[EXERCISE PROMPT] From the listing below, copy each line that contains the word "text".

[DATA LISTING]
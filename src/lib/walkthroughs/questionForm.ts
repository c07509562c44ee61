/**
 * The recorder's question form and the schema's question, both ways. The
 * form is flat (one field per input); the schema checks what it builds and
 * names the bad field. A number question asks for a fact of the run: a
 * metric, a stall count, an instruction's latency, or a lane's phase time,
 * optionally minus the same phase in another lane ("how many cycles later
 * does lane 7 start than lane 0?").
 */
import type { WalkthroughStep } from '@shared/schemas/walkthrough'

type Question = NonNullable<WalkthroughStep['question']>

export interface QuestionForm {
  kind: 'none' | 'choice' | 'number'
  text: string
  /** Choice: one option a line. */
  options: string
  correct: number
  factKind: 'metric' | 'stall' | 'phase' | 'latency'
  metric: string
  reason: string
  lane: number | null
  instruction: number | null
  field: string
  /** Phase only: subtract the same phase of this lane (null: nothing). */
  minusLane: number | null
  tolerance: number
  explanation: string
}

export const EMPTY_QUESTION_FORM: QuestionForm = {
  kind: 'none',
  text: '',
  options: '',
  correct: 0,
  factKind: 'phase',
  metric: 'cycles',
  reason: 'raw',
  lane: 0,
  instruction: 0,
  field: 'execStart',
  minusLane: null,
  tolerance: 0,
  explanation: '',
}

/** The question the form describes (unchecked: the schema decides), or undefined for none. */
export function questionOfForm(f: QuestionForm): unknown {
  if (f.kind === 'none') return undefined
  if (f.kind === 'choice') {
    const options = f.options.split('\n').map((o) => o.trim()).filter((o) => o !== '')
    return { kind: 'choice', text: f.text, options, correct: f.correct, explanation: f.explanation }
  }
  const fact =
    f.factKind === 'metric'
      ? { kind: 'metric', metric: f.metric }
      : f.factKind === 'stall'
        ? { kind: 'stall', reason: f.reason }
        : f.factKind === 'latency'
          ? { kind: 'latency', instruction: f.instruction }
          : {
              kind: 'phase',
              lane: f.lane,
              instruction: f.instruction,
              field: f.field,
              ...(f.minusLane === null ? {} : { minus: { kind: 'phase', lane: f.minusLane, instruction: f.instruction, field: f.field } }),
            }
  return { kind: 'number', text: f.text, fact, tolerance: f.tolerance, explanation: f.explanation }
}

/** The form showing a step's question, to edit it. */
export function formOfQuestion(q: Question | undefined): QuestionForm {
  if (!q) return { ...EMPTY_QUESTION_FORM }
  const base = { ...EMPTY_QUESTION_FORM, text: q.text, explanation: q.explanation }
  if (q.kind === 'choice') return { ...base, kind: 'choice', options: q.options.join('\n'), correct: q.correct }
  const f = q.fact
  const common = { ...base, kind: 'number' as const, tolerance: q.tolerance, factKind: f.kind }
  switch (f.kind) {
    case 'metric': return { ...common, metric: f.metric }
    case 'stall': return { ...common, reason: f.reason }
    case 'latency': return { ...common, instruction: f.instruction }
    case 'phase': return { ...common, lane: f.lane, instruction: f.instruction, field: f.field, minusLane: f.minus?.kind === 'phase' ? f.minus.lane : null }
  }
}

[RESPONSE AREA]
  text: string
  text: '',
    return { kind: 'choice', text: f.text, options, correct: f.correct, explanation: f.explanation }
  return { kind: 'number', text: f.text, fact, tolerance: f.tolerance, explanation: f.explanation }
  const base = { ...EMPTY_QUESTION_FORM, text: q.text, explanation: q.explanation }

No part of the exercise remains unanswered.